:: Exercise requirements ::
Every line containing "that" should be identified and copied from the data below.

**********

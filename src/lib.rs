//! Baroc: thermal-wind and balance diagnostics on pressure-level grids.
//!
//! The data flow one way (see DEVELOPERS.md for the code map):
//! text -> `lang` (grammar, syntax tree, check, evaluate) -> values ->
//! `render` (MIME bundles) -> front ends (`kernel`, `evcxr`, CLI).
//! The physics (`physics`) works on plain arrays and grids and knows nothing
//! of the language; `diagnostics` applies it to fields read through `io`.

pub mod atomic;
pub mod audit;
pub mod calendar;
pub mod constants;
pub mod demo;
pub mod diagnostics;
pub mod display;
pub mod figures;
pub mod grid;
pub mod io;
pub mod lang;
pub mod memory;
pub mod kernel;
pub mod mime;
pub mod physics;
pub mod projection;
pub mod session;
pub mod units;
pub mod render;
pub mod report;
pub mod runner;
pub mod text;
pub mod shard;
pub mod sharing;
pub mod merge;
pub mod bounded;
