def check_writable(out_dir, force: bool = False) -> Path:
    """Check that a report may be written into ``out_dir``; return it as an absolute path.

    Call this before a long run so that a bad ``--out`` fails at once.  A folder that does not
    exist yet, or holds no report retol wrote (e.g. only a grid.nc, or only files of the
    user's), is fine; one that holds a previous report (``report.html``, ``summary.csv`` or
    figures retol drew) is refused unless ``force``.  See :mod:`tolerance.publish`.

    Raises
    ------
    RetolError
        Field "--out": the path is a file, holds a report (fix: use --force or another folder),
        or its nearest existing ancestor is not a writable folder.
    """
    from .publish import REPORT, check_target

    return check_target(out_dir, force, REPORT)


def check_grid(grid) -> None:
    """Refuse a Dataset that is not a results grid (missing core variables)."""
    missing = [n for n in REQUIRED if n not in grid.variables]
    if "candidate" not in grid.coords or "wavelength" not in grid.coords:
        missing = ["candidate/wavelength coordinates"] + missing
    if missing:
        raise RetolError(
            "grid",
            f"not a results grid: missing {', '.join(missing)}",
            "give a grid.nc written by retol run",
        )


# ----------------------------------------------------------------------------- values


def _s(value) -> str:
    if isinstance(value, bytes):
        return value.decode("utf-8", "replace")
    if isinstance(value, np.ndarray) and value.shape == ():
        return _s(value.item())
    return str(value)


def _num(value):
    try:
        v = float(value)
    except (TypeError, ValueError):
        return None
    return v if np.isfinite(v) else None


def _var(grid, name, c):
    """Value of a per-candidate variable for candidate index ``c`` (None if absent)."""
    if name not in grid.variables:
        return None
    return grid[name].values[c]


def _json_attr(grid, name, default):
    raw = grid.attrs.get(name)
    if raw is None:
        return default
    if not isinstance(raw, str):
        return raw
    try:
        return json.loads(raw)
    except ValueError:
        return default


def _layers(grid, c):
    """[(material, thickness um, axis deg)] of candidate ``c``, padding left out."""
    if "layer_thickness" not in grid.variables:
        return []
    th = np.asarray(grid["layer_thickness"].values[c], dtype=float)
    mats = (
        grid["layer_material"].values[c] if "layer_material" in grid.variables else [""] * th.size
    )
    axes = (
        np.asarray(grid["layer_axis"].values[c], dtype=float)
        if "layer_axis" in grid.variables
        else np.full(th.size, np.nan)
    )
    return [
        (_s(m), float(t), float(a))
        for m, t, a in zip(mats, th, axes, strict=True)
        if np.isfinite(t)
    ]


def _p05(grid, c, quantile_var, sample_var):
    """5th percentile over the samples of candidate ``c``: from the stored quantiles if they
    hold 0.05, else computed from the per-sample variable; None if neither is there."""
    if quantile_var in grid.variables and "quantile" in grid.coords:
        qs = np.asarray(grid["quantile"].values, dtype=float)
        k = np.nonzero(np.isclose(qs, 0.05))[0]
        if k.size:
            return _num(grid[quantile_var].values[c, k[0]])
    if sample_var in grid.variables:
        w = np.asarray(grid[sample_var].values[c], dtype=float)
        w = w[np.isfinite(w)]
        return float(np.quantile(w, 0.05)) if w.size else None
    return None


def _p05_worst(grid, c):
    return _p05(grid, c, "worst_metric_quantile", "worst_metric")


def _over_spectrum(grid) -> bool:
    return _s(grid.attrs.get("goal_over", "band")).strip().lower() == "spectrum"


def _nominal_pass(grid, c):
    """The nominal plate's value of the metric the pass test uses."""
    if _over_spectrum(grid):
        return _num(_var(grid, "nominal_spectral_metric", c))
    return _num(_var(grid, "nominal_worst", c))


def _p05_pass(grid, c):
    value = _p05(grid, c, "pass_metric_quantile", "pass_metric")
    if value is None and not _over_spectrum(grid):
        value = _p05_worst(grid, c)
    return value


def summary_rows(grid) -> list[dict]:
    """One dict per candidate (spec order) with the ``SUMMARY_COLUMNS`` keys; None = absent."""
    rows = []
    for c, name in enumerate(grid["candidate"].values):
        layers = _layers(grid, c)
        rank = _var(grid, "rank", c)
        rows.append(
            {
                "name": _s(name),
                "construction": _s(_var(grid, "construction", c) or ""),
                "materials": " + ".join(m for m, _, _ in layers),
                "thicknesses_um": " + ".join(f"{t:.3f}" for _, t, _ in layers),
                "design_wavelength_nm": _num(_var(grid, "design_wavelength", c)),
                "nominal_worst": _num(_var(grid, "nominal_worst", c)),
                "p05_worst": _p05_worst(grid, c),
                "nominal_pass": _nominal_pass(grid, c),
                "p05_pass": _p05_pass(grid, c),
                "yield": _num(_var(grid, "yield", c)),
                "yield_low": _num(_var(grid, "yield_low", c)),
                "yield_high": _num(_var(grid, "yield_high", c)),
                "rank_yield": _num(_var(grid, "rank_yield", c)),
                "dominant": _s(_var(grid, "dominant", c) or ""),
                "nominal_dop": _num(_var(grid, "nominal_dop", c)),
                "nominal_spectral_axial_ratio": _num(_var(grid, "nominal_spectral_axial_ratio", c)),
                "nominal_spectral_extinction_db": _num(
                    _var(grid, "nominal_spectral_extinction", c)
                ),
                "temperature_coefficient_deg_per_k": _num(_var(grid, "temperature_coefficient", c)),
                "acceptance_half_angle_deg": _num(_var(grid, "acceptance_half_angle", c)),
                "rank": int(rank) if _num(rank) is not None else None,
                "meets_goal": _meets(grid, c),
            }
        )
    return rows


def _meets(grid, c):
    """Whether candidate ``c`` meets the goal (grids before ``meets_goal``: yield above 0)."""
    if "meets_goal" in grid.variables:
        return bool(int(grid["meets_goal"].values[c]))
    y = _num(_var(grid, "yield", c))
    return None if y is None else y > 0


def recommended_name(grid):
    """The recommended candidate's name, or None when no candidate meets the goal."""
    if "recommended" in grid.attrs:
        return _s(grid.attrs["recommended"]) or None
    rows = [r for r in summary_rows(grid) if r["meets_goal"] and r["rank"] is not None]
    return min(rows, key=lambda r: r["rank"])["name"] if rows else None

**********

:: Solution for this problem ::
    """Check that a report may be written into ``out_dir``; return it as an absolute path.
    Call this before a long run so that a bad ``--out`` fails at once.  A folder that does not
    user's), is fine; one that holds a previous report (``report.html``, ``summary.csv`` or
    """Refuse a Dataset that is not a results grid (missing core variables)."""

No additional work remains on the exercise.